Dataset entries:
****************

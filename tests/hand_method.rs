//! Worked gas-matching cases done by hand with tank factors (common practice: the
//! volume-matching method taught for dissimilar cylinders). The tank-factor model must
//! reproduce the hand arithmetic exactly; the shown turn is never below it.

use turnsheet::plan::{
    CylinderSet, CylinderSpec, DiverInput, Mix, ModelKind, Pressure, Rule, TeamInput, Temperature,
    UnitSystem, Water, plan_team,
};

fn stamped(count: u8, water_l: f64, working_bar: f64) -> CylinderSet {
    CylinderSet {
        count,
        independent: false,
        spec: CylinderSpec::Stamped {
            water_l,
            working_bar,
        },
    }
}

fn rated(count: u8, rated_cuft: f64, rated_psi: f64) -> CylinderSet {
    CylinderSet {
        count,
        independent: false,
        spec: CylinderSpec::Rated {
            rated_cuft,
            rated_psi,
        },
    }
}

fn diver(name: &str, cylinders: CylinderSet, start: Pressure) -> DiverInput {
    DiverInput {
        name: name.into(),
        cylinders,
        mix: Mix::AIR,
        start,
        sac_l_per_min: None,
        stage: None,
        gauge: None,
    }
}

fn team(units: UnitSystem, rule: Rule, step: f64, divers: Vec<DiverInput>) -> TeamInput {
    TeamInput {
        units,
        rule,
        gauge_step: step,
        water_temp: Temperature::from_celsius(20.0),
        depth: None,
        water: Water::Fresh,
        divers,
    }
}

#[test]
fn identical_twins_turn_at_two_thirds_of_start() {
    // Common practice: identical cylinders and fills reduce to the gauge rule of thirds.
    // Twin 12 L at 210 bar: a third is 70 bar, turn at 140 bar.
    let t = team(
        UnitSystem::Metric,
        Rule::Thirds,
        10.0,
        vec![
            diver("A", stamped(2, 12.0, 232.0), Pressure::from_bar(210.0)),
            diver("B", stamped(2, 12.0, 232.0), Pressure::from_bar(210.0)),
        ],
    );
    let plan = plan_team(&t).unwrap();
    for d in &plan.divers {
        assert!(
            (d.turn_hand.bar() - 140.0).abs() < 1e-9,
            "{}",
            d.turn_hand.bar()
        );
        assert_eq!(d.turn_shown_value, 140.0);
        // Real gas says a little lower; the hand turn is kept.
        assert!(d.turn_real.bar() < 140.0);
        assert_eq!(d.set_by, ModelKind::Hand);
    }
    assert!(plan.stress.margin >= 1.0 - 1e-9);
}

#[test]
fn metric_worked_case_by_hand() {
    // Worked by hand (tank factor = water capacity, litres per bar):
    //   A: twin 12 L = 24 L/bar at 220 bar → 5280 L; a third = 1760 L
    //   B: twin 7 L = 14 L/bar at 280 bar → 3920 L; a third = 1306.7 L  → B controls
    //   A drops 1306.7 / 24 = 54.44 bar → turn 165.56 → shown 170 bar (round up to 10)
    //   B drops 1306.7 / 14 = 93.33 bar → turn 186.67 → shown 190 bar
    let t = team(
        UnitSystem::Metric,
        Rule::Thirds,
        10.0,
        vec![
            diver("A", stamped(2, 12.0, 232.0), Pressure::from_bar(220.0)),
            diver("B", stamped(2, 7.0, 300.0), Pressure::from_bar(280.0)),
        ],
    );
    let plan = plan_team(&t).unwrap();
    let allowance = 14.0 * 280.0 / 3.0;
    let a_turn = 220.0 - allowance / 24.0;
    let b_turn = 280.0 - allowance / 14.0;
    assert!((plan.divers[0].turn_hand.bar() - a_turn).abs() < 1e-9);
    assert!((plan.divers[1].turn_hand.bar() - b_turn).abs() < 1e-9);
    assert_eq!(plan.controlling, 1);
    assert!(plan.divers[0].turn_shown_value >= 170.0);
    assert!(plan.divers[1].turn_shown_value >= 190.0);
}

#[test]
fn tank_factors_are_the_rating_per_unit_of_pressure() {
    // Tank factors (common practice): cu ft per 100 psi is the rated volume over the
    // rated pressure times 100, and a metric cylinder holds its water capacity per bar.
    // Worked by hand, on sizes of our own choosing:
    //   aluminium 40 cu ft @ 3000 psi: 40 / 3000 × 100 = 1.3333 cu ft per 100 psi
    //   steel 95 cu ft @ 2640 psi:     95 / 2640 × 100 = 3.5985 cu ft per 100 psi
    //   7 L at 232 bar: 7 × 232 = 1624 L;  15 L at 232 bar: 15 × 232 = 3480 L
    use turnsheet::plan::{ContentModel, HandModel};
    let per_100_psi = |set: CylinderSet| {
        HandModel
            .content(set.water(ModelKind::Hand), Pressure::from_psi(100.0))
            .cuft()
    };
    assert!((per_100_psi(rated(1, 40.0, 3000.0)) - 1.3333).abs() < 1e-4);
    assert!((per_100_psi(rated(1, 95.0, 2640.0)) - 3.5985).abs() < 1e-4);
    // At the rated pressure a rated cylinder holds its rating, and half of it at half.
    let forty = rated(1, 40.0, 3000.0).water(ModelKind::Hand);
    assert!((HandModel.content(forty, Pressure::from_psi(3000.0)).cuft() - 40.0).abs() < 1e-9);
    assert!((HandModel.content(forty, Pressure::from_psi(1500.0)).cuft() - 20.0).abs() < 1e-9);
    let litres = |water_l: f64| {
        HandModel
            .content(
                stamped(1, water_l, 232.0).water(ModelKind::Hand),
                Pressure::from_bar(232.0),
            )
            .litres()
    };
    assert_eq!(litres(7.0), 1624.0);
    assert_eq!(litres(15.0), 3480.0);
}

#[test]
fn imperial_worked_case_by_hand() {
    // Worked by hand with tank factors (rated cu ft ÷ rated psi), an invented pairing:
    //   A: twin 63 cu ft @ 3000 psi = 4.2 cu ft per 100 psi; at 2900 psi 121.8 cu ft,
    //      a third 40.6 cu ft → A controls
    //   B: twin 120 cu ft @ 3442 psi = 6.9727 cu ft per 100 psi; at 3300 psi 230.1 cu ft
    //   A drops 40.6 / 4.2 × 100 = 966.7 psi → 1933.3 → shown 2000 psi
    //   B drops 40.6 / 6.9727 × 100 = 582.3 psi → 2717.7 → shown 2800 psi
    let t = team(
        UnitSystem::Imperial,
        Rule::Thirds,
        100.0,
        vec![
            diver("A", rated(2, 63.0, 3000.0), Pressure::from_psi(2900.0)),
            diver("B", rated(2, 120.0, 3442.0), Pressure::from_psi(3300.0)),
        ],
    );
    let plan = plan_team(&t).unwrap();
    let tf_a: f64 = 2.0 * 63.0 / 3000.0; // cu ft per psi
    let tf_b: f64 = 2.0 * 120.0 / 3442.0;
    let allowance = tf_a * 2900.0 / 3.0;
    assert!((allowance - 40.6).abs() < 1e-9);
    let a_turn = 2900.0 - allowance / tf_a;
    let b_turn = 3300.0 - allowance / tf_b;
    assert_eq!(plan.controlling, 0);
    assert!((plan.divers[0].turn_hand.psi() - a_turn).abs() < 1e-6);
    assert!((plan.divers[1].turn_hand.psi() - b_turn).abs() < 1e-6);
    assert!((b_turn - 2717.7).abs() < 0.05, "{b_turn}");
    assert!((plan.team_allowance_hand.cuft() - 40.6).abs() < 1e-6);
    // Shown turns: never below the hand turn rounded up to 100 psi.
    assert!(plan.divers[0].turn_shown_value >= 2000.0);
    assert!(plan.divers[1].turn_shown_value >= 2800.0);
}

/// The same physical team, a bar diver and a psi diver, planned as a metric team and as
/// an imperial team. Worked by hand (common practice tank factors):
///   A: twin 12 L at 220 bar (bar gauge, 10 bar) = 24 × 220 = 5280 L
///   B: twin 63 cu ft @ 3000 psi at 3000 psi (psi gauge, 100 psi) = 126 cu ft = 3567.9 L
///   B controls; a third = 42 cu ft = 1189.3 L
///   A drops 1189.3 / 24 = 49.55 bar → 170.45 → 180 bar; B drops 1000 psi → 2000 psi.
#[test]
fn mixed_bar_and_psi_team_by_hand_both_ways() {
    use turnsheet::plan::{Gauge, PressureUnit};
    let bar = Gauge {
        unit: PressureUnit::Bar,
        step: 10.0,
    };
    let psi = Gauge {
        unit: PressureUnit::Psi,
        step: 100.0,
    };
    for units in [UnitSystem::Metric, UnitSystem::Imperial] {
        let mut a = diver("A", stamped(2, 12.0, 232.0), Pressure::from_bar(220.0));
        a.gauge = Some(bar);
        let mut b = diver("B", rated(2, 63.0, 3000.0), Pressure::from_psi(3000.0));
        b.gauge = Some(psi);
        let t = team(units, Rule::Thirds, units.default_gauge_step(), vec![a, b]);
        let plan = plan_team(&t).unwrap();
        // 1 cu ft = 28.316846592 L exactly: the foot is 0.3048 m exactly (NIST SP 811,
        // 2008 edition, Appendix B), and 0.3048³ m³ = 0.028316846592 m³.
        let b_litres = 126.0 * 28.316_846_592;
        assert!((0.3048f64.powi(3) * 1000.0 - 28.316_846_592).abs() < 1e-12);
        assert_eq!(turnsheet::plan::LITRES_PER_CUFT, 28.316_846_592);
        assert!((plan.divers[0].content_hand.litres() - 5280.0).abs() < 1e-9);
        assert!((plan.divers[1].content_hand.litres() - b_litres).abs() < 1e-9);
        assert_eq!(plan.controlling, 1, "{units:?}");
        let allowance = b_litres / 3.0;
        assert!((plan.divers[0].turn_hand.bar() - (220.0 - allowance / 24.0)).abs() < 1e-9);
        assert!((plan.divers[1].turn_hand.psi() - 2000.0).abs() < 1e-6);
        // Each turn on its own gauge: A in bar on 10 bar, B in psi on 100 psi.
        assert_eq!(plan.divers[0].gauge, bar);
        assert_eq!(plan.divers[1].gauge, psi);
        assert!(plan.divers[0].turn_shown_value >= 180.0);
        assert_eq!(plan.divers[0].turn_shown_value % 10.0, 0.0);
        assert!(plan.divers[1].turn_shown_value >= 2000.0);
        assert_eq!(plan.divers[1].turn_shown_value % 100.0, 0.0);
    }
}

#[test]
fn stricter_rules_turn_earlier() {
    // Common practice: quarters and sixths keep more in reserve than thirds.
    let mk = |rule| {
        let t = team(
            UnitSystem::Metric,
            rule,
            5.0,
            vec![
                diver("A", stamped(2, 12.0, 232.0), Pressure::from_bar(220.0)),
                diver("B", stamped(1, 18.0, 232.0), Pressure::from_bar(210.0)),
                diver("C", stamped(2, 10.0, 300.0), Pressure::from_bar(290.0)),
            ],
        );
        plan_team(&t).unwrap()
    };
    let thirds = mk(Rule::Thirds);
    let quarters = mk(Rule::Quarters);
    let sixths = mk(Rule::Sixths);
    for i in 0..3 {
        assert!(quarters.divers[i].turn_shown_value >= thirds.divers[i].turn_shown_value);
        assert!(sixths.divers[i].turn_shown_value >= quarters.divers[i].turn_shown_value);
    }
    assert!(quarters.stress.margin >= 1.5 - 1e-9);
    assert!(sixths.stress.margin >= 2.5 - 1e-9);
}

#[test]
fn high_fill_real_gas_is_lower_than_hand_and_hand_is_kept() {
    // Common practice: at high fills exact real-gas thirds turn lower than the hand method;
    // the shown turn keeps the hand method's margin.
    let t = team(
        UnitSystem::Metric,
        Rule::Thirds,
        10.0,
        vec![
            diver("A", stamped(2, 12.0, 300.0), Pressure::from_bar(300.0)),
            diver("B", stamped(2, 15.0, 232.0), Pressure::from_bar(232.0)),
        ],
    );
    let plan = plan_team(&t).unwrap();
    for d in &plan.divers {
        assert!(d.turn_real.bar() < d.turn_hand.bar());
        assert!(d.turn_shown.bar() >= d.turn_hand.bar() - 1e-9);
    }
}

#[test]
fn stages_are_matched_on_volume_like_the_main_gas() {
    // Worked by hand (common practice: each stage on its own thirds, matched across the team):
    //   A: stage 11.1 L at 200 bar → 2220 L; a third 740 L
    //   B: stage 7 L at 200 bar → 1400 L; a third 466.7 L → B's stage controls
    //   A drops 466.7 / 11.1 = 42.04 bar → 157.96 → shown 160 bar
    //   B drops 466.7 / 7 = 66.67 bar → 133.33 → shown 140 bar
    use turnsheet::plan::StageInput;
    let mut t = team(
        UnitSystem::Metric,
        Rule::Thirds,
        10.0,
        vec![
            diver("A", stamped(2, 12.0, 232.0), Pressure::from_bar(220.0)),
            diver("B", stamped(2, 12.0, 232.0), Pressure::from_bar(220.0)),
            diver("C", stamped(2, 12.0, 232.0), Pressure::from_bar(220.0)),
        ],
    );
    t.divers[0].stage = Some(StageInput {
        cylinders: stamped(1, 11.1, 207.0),
        mix: Mix::nitrox(0.5),
        start: Pressure::from_bar(200.0),
    });
    t.divers[1].stage = Some(StageInput {
        cylinders: stamped(1, 7.0, 232.0),
        mix: Mix::nitrox(0.5),
        start: Pressure::from_bar(200.0),
    });
    let plan = plan_team(&t).unwrap();
    let allowance = 7.0 * 200.0 / 3.0;
    let a = plan.divers[0].stage.as_ref().unwrap();
    let b = plan.divers[1].stage.as_ref().unwrap();
    assert!((a.drop_hand.bar() - (200.0 - allowance / 11.1)).abs() < 1e-9);
    assert!((b.drop_hand.bar() - (200.0 - allowance / 7.0)).abs() < 1e-9);
    assert_eq!(a.drop_shown_value, 160.0);
    assert_eq!(b.drop_shown_value, 140.0);
    assert!(b.controlling && !a.controlling);
    assert!(plan.divers[2].stage.is_none());
    // The main gas plan is unchanged by stages.
    t.divers[0].stage = None;
    t.divers[1].stage = None;
    let without = plan_team(&t).unwrap();
    for (x, y) in plan.divers.iter().zip(&without.divers) {
        assert_eq!(x.turn_shown_value, y.turn_shown_value);
    }
}

#[test]
fn slower_breathers_have_used_less_when_the_team_turns() {
    // Common practice: the diver with the higher breathing rate reaches the
    // allowance first; at that moment the others have used less. Identical twins, SAC 20
    // and 10 L/min at one depth: when A turns, B has used half of A's gas.
    let mut t = team(
        UnitSystem::Metric,
        Rule::Thirds,
        10.0,
        vec![
            diver("A", stamped(2, 12.0, 232.0), Pressure::from_bar(210.0)),
            diver("B", stamped(2, 12.0, 232.0), Pressure::from_bar(210.0)),
        ],
    );
    t.depth = Some(turnsheet::plan::Depth::from_metres(20.0));
    t.divers[0].sac_l_per_min = Some(20.0);
    t.divers[1].sac_l_per_min = Some(10.0);
    let plan = plan_team(&t).unwrap();
    assert_eq!(plan.first_to_turn, Some(0));
    let c = plan.divers[0].content_real.litres();
    let u_a = plan.divers[0].used_real.litres();
    let u_b = u_a / 2.0;
    // Worst pair: B fails, A donates: (C - u_A) / (u_A + u_B).
    let expected = ((c - u_a) / (u_a + u_b)).min((c - u_b) / (u_a + u_b));
    let at_turn = plan.stress_at_first_turn.as_ref().unwrap().margin;
    assert!((at_turn - expected).abs() < 1e-9, "{at_turn} vs {expected}");
    assert!(at_turn > plan.stress.margin);
    // Without every breathing rate there is no such figure.
    t.divers[1].sac_l_per_min = None;
    assert!(plan_team(&t).unwrap().stress_at_first_turn.is_none());
}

****************

Your task is to retype the entries verbatim, starting with the line that holds "let psi = Gauge" and stopping after the line that holds "assert!((plan.divers[1].content_hand.litres() - b_litres).abs()".

▶ _Solution to the exercise_:
    let psi = Gauge {
        unit: PressureUnit::Psi,
        step: 100.0,
    };
    for units in [UnitSystem::Metric, UnitSystem::Imperial] {
        let mut a = diver("A", stamped(2, 12.0, 232.0), Pressure::from_bar(220.0));
        a.gauge = Some(bar);
        let mut b = diver("B", rated(2, 63.0, 3000.0), Pressure::from_psi(3000.0));
        b.gauge = Some(psi);
        let t = team(units, Rule::Thirds, units.default_gauge_step(), vec![a, b]);
        let plan = plan_team(&t).unwrap();
        // 1 cu ft = 28.316846592 L exactly: the foot is 0.3048 m exactly (NIST SP 811,
        // 2008 edition, Appendix B), and 0.3048³ m³ = 0.028316846592 m³.
        let b_litres = 126.0 * 28.316_846_592;
        assert!((0.3048f64.powi(3) * 1000.0 - 28.316_846_592).abs() < 1e-12);
        assert_eq!(turnsheet::plan::LITRES_PER_CUFT, 28.316_846_592);
        assert!((plan.divers[0].content_hand.litres() - 5280.0).abs() < 1e-9);
        assert!((plan.divers[1].content_hand.litres() - b_litres).abs() < 1e-9);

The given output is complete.